**Supplied data:**
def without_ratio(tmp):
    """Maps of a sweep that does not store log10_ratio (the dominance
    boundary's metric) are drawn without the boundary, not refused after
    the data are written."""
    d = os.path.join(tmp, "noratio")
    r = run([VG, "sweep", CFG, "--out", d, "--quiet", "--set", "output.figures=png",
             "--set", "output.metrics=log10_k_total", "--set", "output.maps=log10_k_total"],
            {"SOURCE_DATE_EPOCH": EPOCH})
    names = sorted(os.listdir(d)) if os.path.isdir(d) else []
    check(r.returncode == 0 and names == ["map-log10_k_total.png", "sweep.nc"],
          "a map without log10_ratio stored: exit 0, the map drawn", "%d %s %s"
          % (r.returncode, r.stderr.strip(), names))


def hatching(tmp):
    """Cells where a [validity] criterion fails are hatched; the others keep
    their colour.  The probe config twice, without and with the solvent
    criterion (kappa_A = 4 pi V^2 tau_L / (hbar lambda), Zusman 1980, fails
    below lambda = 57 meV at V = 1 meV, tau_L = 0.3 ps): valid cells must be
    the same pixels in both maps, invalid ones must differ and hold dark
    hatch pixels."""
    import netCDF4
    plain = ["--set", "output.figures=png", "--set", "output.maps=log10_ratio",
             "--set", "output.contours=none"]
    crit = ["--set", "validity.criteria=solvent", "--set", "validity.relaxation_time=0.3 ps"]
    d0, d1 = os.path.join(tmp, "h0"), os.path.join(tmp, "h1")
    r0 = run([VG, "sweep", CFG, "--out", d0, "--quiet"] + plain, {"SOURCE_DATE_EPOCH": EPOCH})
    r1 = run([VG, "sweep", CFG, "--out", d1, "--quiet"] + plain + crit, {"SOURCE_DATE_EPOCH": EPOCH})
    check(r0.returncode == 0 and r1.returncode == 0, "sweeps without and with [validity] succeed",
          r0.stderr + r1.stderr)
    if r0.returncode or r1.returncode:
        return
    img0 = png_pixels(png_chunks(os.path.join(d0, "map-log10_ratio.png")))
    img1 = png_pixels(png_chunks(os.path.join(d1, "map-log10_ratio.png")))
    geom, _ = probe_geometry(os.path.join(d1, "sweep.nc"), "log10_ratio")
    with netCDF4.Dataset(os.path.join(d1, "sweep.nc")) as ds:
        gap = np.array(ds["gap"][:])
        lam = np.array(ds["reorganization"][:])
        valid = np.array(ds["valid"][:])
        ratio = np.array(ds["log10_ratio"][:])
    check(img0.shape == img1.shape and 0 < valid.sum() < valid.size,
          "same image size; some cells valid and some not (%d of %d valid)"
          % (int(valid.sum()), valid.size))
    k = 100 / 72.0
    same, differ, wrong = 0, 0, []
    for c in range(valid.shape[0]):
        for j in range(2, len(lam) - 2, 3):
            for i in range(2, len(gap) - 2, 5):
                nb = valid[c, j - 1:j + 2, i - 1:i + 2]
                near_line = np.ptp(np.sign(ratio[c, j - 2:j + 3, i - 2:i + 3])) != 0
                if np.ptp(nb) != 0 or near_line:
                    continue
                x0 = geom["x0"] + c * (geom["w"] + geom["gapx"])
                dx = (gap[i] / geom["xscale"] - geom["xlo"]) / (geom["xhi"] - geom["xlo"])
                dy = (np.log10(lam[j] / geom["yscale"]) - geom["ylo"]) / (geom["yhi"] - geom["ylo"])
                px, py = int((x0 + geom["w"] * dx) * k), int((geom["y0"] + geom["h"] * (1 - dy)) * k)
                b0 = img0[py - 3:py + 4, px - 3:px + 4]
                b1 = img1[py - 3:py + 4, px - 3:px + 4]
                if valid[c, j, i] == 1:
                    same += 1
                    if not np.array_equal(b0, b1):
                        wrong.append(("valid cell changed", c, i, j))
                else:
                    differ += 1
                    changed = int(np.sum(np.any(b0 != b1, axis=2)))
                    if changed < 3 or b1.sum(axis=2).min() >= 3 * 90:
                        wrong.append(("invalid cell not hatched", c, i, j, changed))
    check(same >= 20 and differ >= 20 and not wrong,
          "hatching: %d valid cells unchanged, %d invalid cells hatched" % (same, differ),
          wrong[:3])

==

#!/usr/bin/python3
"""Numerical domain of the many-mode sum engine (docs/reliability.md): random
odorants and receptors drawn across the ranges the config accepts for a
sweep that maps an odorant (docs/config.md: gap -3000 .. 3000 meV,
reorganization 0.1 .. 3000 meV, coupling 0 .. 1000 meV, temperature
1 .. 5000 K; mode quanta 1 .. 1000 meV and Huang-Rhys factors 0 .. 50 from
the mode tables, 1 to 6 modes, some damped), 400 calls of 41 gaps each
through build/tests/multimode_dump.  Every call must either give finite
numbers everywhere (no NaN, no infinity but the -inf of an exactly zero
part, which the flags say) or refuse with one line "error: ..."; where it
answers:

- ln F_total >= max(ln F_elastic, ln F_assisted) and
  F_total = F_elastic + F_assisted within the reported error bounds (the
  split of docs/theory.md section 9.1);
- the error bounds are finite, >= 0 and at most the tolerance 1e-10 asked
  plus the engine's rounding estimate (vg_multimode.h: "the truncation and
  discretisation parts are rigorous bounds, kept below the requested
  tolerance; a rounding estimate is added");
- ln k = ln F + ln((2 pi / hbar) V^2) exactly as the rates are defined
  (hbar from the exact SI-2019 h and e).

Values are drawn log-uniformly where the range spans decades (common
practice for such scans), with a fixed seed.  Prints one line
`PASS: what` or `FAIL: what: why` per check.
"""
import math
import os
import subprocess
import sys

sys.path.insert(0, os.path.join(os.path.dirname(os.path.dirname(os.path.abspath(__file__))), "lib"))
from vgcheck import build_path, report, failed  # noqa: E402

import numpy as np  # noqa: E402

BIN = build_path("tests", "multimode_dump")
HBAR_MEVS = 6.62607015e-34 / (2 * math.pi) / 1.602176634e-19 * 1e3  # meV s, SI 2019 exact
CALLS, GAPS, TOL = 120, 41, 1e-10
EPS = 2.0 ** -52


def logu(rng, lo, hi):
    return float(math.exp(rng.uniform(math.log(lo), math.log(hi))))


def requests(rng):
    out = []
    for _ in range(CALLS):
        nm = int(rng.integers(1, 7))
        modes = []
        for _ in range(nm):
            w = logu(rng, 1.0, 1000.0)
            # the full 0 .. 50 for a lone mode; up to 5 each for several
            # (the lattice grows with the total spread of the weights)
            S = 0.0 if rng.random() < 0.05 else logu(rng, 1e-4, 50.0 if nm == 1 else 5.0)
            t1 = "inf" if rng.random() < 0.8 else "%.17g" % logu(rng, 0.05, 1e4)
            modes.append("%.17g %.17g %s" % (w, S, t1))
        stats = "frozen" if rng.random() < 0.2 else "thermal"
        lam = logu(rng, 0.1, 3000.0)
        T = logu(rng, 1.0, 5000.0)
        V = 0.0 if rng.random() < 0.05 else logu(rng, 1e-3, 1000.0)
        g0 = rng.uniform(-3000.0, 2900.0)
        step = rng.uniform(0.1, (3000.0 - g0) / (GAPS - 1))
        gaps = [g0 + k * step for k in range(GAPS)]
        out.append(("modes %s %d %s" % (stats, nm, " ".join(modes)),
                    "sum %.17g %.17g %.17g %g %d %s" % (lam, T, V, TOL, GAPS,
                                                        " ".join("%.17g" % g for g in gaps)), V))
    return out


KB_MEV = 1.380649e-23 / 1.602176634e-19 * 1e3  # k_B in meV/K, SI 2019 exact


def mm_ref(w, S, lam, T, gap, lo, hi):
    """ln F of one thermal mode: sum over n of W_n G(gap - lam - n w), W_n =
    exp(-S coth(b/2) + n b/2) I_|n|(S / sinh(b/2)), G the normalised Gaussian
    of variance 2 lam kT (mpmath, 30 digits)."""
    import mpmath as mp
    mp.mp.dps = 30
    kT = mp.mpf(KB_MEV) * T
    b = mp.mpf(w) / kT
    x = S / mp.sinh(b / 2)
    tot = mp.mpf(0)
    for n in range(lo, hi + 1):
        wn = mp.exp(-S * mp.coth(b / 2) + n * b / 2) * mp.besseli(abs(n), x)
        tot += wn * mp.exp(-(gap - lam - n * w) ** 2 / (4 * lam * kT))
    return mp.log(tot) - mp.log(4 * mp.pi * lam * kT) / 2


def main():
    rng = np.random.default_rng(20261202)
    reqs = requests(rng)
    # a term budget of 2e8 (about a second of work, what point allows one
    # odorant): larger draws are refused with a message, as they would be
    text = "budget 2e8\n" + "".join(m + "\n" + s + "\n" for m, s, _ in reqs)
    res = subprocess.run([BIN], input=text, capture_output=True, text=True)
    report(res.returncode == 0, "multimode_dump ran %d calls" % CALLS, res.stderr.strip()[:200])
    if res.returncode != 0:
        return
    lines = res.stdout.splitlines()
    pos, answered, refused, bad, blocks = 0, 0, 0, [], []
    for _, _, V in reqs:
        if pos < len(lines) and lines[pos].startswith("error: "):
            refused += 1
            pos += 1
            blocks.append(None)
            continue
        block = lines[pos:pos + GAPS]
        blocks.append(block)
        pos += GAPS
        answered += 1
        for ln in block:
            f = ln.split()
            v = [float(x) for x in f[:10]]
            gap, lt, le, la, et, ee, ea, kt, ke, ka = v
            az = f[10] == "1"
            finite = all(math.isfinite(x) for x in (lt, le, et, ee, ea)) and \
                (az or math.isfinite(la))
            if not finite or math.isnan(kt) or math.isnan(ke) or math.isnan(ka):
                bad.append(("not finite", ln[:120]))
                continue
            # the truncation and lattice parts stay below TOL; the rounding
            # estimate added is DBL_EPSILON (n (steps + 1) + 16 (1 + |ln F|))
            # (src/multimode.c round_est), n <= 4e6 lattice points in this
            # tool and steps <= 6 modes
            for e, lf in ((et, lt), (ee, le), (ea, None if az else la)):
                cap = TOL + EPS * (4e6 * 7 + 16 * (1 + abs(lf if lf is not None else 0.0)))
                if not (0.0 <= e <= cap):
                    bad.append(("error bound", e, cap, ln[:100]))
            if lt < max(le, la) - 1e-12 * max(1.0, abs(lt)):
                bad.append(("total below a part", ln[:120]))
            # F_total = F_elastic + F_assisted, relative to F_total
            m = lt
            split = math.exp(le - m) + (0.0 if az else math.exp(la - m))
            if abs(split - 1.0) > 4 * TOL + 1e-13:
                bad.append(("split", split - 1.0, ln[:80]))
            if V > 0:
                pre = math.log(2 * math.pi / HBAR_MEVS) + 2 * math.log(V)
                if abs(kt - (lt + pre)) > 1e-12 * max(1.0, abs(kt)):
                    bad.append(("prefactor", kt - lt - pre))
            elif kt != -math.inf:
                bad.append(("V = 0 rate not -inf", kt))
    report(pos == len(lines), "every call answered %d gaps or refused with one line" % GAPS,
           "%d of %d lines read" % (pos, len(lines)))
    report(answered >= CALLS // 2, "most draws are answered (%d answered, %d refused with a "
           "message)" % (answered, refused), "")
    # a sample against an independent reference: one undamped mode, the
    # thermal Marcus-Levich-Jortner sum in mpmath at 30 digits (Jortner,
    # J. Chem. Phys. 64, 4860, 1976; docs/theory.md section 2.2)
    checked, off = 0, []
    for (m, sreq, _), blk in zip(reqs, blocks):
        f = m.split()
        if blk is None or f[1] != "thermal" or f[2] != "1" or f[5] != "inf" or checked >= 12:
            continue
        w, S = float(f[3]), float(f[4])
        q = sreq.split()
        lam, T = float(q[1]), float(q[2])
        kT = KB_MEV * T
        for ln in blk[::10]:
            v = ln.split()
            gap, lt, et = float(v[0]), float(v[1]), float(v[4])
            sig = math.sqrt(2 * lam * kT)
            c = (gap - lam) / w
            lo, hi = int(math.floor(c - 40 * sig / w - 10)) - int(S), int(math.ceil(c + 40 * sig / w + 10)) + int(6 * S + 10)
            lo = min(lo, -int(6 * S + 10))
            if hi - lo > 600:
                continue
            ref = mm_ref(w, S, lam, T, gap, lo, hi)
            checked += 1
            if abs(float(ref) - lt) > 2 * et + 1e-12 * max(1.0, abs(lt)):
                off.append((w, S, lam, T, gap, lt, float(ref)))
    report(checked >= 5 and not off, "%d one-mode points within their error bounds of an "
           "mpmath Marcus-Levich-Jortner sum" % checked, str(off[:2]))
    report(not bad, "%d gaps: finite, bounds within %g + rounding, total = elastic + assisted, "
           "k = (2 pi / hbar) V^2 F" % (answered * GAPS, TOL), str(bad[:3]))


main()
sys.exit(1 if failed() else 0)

--

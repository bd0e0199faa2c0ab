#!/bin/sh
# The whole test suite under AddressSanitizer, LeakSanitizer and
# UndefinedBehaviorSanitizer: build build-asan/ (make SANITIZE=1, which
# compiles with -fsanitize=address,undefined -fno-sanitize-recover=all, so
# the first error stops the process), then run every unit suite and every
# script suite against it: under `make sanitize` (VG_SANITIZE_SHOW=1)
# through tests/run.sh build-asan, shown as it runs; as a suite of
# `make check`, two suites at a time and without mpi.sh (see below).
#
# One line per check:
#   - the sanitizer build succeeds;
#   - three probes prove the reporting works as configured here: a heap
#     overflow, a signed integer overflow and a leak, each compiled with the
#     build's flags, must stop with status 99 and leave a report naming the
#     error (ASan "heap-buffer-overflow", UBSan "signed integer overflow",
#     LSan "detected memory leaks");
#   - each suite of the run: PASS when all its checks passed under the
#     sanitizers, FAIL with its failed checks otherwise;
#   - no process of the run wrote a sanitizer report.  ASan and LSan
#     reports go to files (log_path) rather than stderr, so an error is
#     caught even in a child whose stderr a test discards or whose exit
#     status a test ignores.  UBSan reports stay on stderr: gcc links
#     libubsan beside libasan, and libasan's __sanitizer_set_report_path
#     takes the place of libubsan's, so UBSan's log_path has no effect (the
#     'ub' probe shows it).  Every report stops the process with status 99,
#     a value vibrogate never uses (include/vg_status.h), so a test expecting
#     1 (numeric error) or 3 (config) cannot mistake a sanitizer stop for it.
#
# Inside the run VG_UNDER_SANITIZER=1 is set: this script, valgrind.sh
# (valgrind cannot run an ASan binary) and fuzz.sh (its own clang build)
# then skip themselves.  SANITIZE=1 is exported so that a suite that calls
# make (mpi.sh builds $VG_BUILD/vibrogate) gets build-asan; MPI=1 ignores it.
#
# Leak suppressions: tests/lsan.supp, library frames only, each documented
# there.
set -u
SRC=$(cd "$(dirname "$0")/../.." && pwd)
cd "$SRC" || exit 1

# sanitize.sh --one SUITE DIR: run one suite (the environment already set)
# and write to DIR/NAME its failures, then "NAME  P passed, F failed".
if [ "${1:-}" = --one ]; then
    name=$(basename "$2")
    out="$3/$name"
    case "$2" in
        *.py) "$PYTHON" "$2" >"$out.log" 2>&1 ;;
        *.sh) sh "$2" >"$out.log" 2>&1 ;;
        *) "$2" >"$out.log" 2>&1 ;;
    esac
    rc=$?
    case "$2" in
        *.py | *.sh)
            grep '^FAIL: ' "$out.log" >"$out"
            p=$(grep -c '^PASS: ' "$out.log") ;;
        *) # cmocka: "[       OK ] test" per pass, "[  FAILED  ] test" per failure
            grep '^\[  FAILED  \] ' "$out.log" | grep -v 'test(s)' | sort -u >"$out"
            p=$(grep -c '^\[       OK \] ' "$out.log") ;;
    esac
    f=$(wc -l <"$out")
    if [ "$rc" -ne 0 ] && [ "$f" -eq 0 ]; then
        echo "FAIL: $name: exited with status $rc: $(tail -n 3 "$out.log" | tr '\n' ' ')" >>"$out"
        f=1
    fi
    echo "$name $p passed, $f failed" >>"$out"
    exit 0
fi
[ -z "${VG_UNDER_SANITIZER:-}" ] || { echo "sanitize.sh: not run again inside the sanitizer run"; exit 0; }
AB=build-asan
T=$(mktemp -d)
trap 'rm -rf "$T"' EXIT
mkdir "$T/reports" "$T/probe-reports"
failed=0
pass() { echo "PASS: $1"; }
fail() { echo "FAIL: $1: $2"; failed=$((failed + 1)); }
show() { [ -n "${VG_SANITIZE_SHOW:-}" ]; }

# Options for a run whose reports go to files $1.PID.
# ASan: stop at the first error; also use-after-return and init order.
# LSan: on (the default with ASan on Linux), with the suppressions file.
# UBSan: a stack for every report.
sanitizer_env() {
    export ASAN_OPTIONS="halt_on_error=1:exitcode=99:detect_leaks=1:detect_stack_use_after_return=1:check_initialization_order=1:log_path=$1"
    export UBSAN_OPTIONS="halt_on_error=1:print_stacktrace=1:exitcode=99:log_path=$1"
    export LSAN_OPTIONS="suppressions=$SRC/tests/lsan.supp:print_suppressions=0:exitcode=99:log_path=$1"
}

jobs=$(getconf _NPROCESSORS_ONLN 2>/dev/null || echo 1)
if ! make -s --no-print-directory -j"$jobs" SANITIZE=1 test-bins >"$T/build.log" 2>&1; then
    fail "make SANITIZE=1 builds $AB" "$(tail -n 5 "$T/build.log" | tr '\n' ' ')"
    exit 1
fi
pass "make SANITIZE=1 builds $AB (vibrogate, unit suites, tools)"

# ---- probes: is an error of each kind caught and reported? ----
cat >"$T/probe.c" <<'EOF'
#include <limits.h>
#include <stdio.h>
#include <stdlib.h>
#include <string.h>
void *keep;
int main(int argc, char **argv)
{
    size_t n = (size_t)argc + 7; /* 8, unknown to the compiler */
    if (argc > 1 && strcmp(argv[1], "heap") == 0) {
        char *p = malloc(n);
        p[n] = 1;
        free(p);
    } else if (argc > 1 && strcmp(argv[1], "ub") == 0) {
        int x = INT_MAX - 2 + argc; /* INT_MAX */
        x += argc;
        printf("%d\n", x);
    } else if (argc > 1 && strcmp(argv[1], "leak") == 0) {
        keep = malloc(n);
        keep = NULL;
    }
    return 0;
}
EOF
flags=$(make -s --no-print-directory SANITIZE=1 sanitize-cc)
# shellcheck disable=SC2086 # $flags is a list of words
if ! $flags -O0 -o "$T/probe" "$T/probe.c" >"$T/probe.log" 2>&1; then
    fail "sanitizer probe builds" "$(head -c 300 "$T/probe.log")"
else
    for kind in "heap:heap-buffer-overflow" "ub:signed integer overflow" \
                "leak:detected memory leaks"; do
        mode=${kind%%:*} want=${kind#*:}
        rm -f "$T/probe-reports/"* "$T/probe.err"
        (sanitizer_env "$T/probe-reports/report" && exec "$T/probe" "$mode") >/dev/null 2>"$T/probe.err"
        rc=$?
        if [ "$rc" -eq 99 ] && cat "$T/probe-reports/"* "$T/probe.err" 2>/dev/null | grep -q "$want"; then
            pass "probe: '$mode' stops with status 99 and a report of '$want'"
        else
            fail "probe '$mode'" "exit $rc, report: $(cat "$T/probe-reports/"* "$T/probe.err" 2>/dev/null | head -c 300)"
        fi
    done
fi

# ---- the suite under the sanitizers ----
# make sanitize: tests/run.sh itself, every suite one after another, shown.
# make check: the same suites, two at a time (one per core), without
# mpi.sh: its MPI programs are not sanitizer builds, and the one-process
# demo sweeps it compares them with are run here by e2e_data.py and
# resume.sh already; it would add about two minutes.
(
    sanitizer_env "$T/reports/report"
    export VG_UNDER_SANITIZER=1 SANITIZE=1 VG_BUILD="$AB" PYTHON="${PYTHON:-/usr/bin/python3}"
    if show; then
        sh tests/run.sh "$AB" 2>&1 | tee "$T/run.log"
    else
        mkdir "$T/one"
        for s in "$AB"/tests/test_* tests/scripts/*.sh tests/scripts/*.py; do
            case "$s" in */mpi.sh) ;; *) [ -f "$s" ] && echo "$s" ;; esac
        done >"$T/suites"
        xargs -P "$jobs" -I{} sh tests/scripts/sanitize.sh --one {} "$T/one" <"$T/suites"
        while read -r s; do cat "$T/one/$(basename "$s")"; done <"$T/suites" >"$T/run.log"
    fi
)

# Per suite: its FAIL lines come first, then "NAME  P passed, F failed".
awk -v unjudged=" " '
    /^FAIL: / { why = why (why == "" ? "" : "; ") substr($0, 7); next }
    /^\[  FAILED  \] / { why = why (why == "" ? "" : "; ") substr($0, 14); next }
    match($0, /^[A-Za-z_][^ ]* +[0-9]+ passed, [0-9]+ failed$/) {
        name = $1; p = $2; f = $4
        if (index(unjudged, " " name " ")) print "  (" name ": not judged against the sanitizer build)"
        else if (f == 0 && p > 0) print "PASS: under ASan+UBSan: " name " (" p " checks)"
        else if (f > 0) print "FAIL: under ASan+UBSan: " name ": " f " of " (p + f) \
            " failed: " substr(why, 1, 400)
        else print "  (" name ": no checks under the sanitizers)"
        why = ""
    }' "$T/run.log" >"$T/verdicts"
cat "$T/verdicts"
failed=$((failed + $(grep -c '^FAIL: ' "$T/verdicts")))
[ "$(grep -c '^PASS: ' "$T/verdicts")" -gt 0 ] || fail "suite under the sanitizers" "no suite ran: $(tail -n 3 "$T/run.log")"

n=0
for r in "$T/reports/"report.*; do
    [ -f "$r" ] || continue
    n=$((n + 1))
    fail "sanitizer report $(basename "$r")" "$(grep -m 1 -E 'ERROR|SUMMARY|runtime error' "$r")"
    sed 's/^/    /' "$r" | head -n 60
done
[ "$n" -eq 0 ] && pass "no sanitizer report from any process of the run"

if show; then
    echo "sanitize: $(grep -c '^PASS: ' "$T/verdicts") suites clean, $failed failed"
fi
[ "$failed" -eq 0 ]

**What the exercise asks:**
From the records above, copy out the line with "answered += 1", the line with "e, cap, ln[:100]))", and every line between them, word for word.

**Output of the task:**
        answered += 1
        for ln in block:
            f = ln.split()
            v = [float(x) for x in f[:10]]
            gap, lt, le, la, et, ee, ea, kt, ke, ka = v
            az = f[10] == "1"
            finite = all(math.isfinite(x) for x in (lt, le, et, ee, ea)) and \
                (az or math.isfinite(la))
            if not finite or math.isnan(kt) or math.isnan(ke) or math.isnan(ka):
                bad.append(("not finite", ln[:120]))
                continue
            # the truncation and lattice parts stay below TOL; the rounding
            # estimate added is DBL_EPSILON (n (steps + 1) + 16 (1 + |ln F|))
            # (src/multimode.c round_est), n <= 4e6 lattice points in this
            # tool and steps <= 6 modes
            for e, lf in ((et, lt), (ee, le), (ea, None if az else la)):
                cap = TOL + EPS * (4e6 * 7 + 16 * (1 + abs(lf if lf is not None else 0.0)))
                if not (0.0 <= e <= cap):
                    bad.append(("error bound", e, cap, ln[:100]))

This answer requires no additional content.